WALT3D: Generating Realistic Training Data from Time-Lapse Imagery for Reconstructing Dynamic Objects under Occlusion
Khiem Vuong, N. Dinesh Reddy, Robert Tamburo, Srinivasa G. Narasimhan
TL;DR
Occlusion poses a major challenge for 2D/3D object understanding and amodal supervision is hard to obtain. WALT3D automatically generates realistic training data by mining unoccluded objects from time-lapse video, estimating their 3D pose and shape, and re-inserting them into the scene in a geometry-consistent clip-art fashion to produce rich 2D amodal annotations and 3D pseudo-groundtruth. Empirical results on vehicles and humans show clear gains in both 2D and 3D reconstruction under heavy occlusion, with strong data-efficiency and cross-dataset generalization.

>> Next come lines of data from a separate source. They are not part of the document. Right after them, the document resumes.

describe("key columns stay on a phone's screen", () => {
  /** The element's box lies within the screen's width, and it is not cut off by a scroller. */
  const onScreen = async (page: Page, testId: string) => {
    const el = page.getByTestId(testId).first();
    await el.waitFor();
    const box = (await el.boundingBox())!;
    return box.x >= 0 && box.x + box.width <= PHONE.width && box.width > 0;
  };

  it("builds: status, duty and margin; catalog: price and stock; a quote's description and prices", async () => {
    const ctx = await newClient(browser, PHONE);
    const page = await ctx.newPage();
    await signInAs(page, "owner");
    await page.goto("/builds");
    for (const id of ["build-status", "build-duty", "build-margin"])
      expect(await onScreen(page, id), id).toBe(true);
    await page.goto("/parts");
    for (const id of ["part-price", "part-stock"]) expect(await onScreen(page, id), id).toBe(true);

    // A draft quote in the editor: the description box is wide enough to read, prices typeable.
    // The demo shop's first draft that has lines (other tests add drafts without any).
    const [draft] = await sql<{ id: string }[]>`
      select q.id from quotes q
      where q.shop_id = 'demo-shop-ridgeback' and q.status = 'draft'
        and exists (select 1 from quote_lines l where l.quote_id = q.id)
      order by q.number limit 1`;
    await page.goto(`/quotes/${draft!.id}`);
    const description = page.getByLabel("Line 1 description");
    await description.waitFor();
    const d = (await description.boundingBox())!;
    expect(d.width).toBeGreaterThan(250);
    expect(d.x + d.width).toBeLessThanOrEqual(PHONE.width);
    // Every line's description is whole on screen: the box wraps its text, nothing cut off.
    const cut = await page
      .locator('[aria-label$=" description"]')
      .evaluateAll((els) =>
        els
          .filter((e) => e.scrollWidth > e.clientWidth + 1 || e.scrollHeight > e.clientHeight + 1)
          .map((e) => (e as HTMLTextAreaElement).value),
      );
    expect(cut).toEqual([]);
    // The header: "Menu · <section>" does not run under "Sign out".
    const menu = (await page.getByTestId("nav-menu").boundingBox())!;
    const signOut = (await page.getByRole("button", { name: "Sign out" }).boundingBox())!;
    const overlaps =
      menu.x < signOut.x + signOut.width &&
      signOut.x < menu.x + menu.width &&
      menu.y < signOut.y + signOut.height &&
      signOut.y < menu.y + menu.height;
    expect(overlaps).toBe(false);
    expect(menu.x + menu.width).toBeLessThanOrEqual(PHONE.width);
    expect(
      await page.getByTestId("nav-menu").evaluate((e) => e.scrollWidth <= e.clientWidth + 1),
    ).toBe(true);
    const price = page.getByLabel("Line 1 unit price");
    const p = (await price.boundingBox())!;
    expect(p.width).toBeGreaterThan(80);
    expect(p.x + p.width).toBeLessThanOrEqual(PHONE.width);
    await price.fill("123.45");
    expect(await price.inputValue()).toBe("123.45");
    expect(await onScreen(page, "line-total")).toBe(true);
    await page.screenshot({ path: `${shots}/quote-editor-390.png`, fullPage: true });
    await ctx.close();
  });

  it("the build sheet pins duty, margin, ceiling and the worst warning above the inputs, at every width", async () => {
    const ctx = await newClient(browser, PHONE);
    const page = await ctx.newPage();
    await signInAs(page, "tuner");
    await page.goto(`/builds/${DEMO_BUILD}`);
    // The form has taken over the page (its fields hold their values).
    await page.waitForFunction(
      () => (document.querySelector("#b-title") as HTMLInputElement | null)?.value,
    );
    const pinned = page.getByTestId("pinned-summary");
    await pinned.waitFor();
    for (const id of ["pinned-duty", "pinned-margin", "pinned-ceiling", "pinned-warning"])
      expect(await pinned.getByTestId(id).innerText(), id).toMatch(/\S/);
    // The same figures as the results panel.
    const duty = await page.getByTestId("pinned-duty").innerText();
    expect(duty).toMatch(/Duty at E\d+\s+[\d.]+ %/);
    const ceiling = await page.getByTestId("ceiling").innerText();
    expect(await page.getByTestId("pinned-ceiling").innerText()).toContain(
      ceiling.split(" ").slice(0, 2).join(" "),
    );
    // Scrolled down to the injectors' fields, the summary is still at the top of the screen.
    const field = page.getByLabel(/Rated flow/).first();
    await field.scrollIntoViewIfNeeded();
    await page.evaluate(() => window.scrollBy(0, 300));
    await frames(page);
    const box = (await pinned.boundingBox())!;
    expect(box.y).toBeLessThanOrEqual(1);
    expect(box.height).toBeLessThan(PHONE.height / 4);
    // It follows the inputs: a bigger power goal changes its duty figure.
    const power = page.getByLabel(/^Target power/).first();
    const before = await page.getByTestId("pinned-duty").innerText();
    const now = Number((await power.inputValue()).replace(/,/g, ""));
    await power.fill(String(Math.round(now * 1.3)));
    await expect.poll(() => page.getByTestId("pinned-duty").innerText()).not.toBe(before);
    await page.screenshot({ path: `${shots}/build-sheet-pinned.png` });
    // On a wide screen too (the results beside the inputs scroll away with the page).
    await page.setViewportSize({ width: 1280, height: 900 });
    await frames(page);
    expect(await pinned.isVisible()).toBe(true);
    expect((await pinned.boundingBox())!.y).toBeLessThanOrEqual(1);
    await ctx.close();
  }, 300_000);
});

The approach is scalable, privacy-conscious (faces/license plates blurred), and can augment existing datasets to improve occlusion-robust perception in smart-city and robotics applications.
Abstract
Current methods for 2D and 3D object understanding struggle with severe occlusions in busy urban environments, partly due to the lack of large-scale labeled ground-truth annotations for learning occlusion. In this work, we introduce a novel framework for automatically generating a large, realistic dataset of dynamic objects under occlusions using freely available time-lapse imagery. By leveraging off-the-shelf 2D (bounding box, segmentation, keypoint) and 3D (pose, shape) predictions as pseudo-groundtruth, unoccluded 3D objects are identified automatically and composited into the background in a clip-art style, ensuring realistic appearances and physically accurate occlusion configurations. The resulting clip-art image with pseudo-groundtruth enables efficient training of object reconstruction methods that are robust to occlusions. Our method demonstrates significant improvements in both 2D and 3D reconstruction, particularly in scenarios with heavily occluded objects like vehicles and people in urban scenes.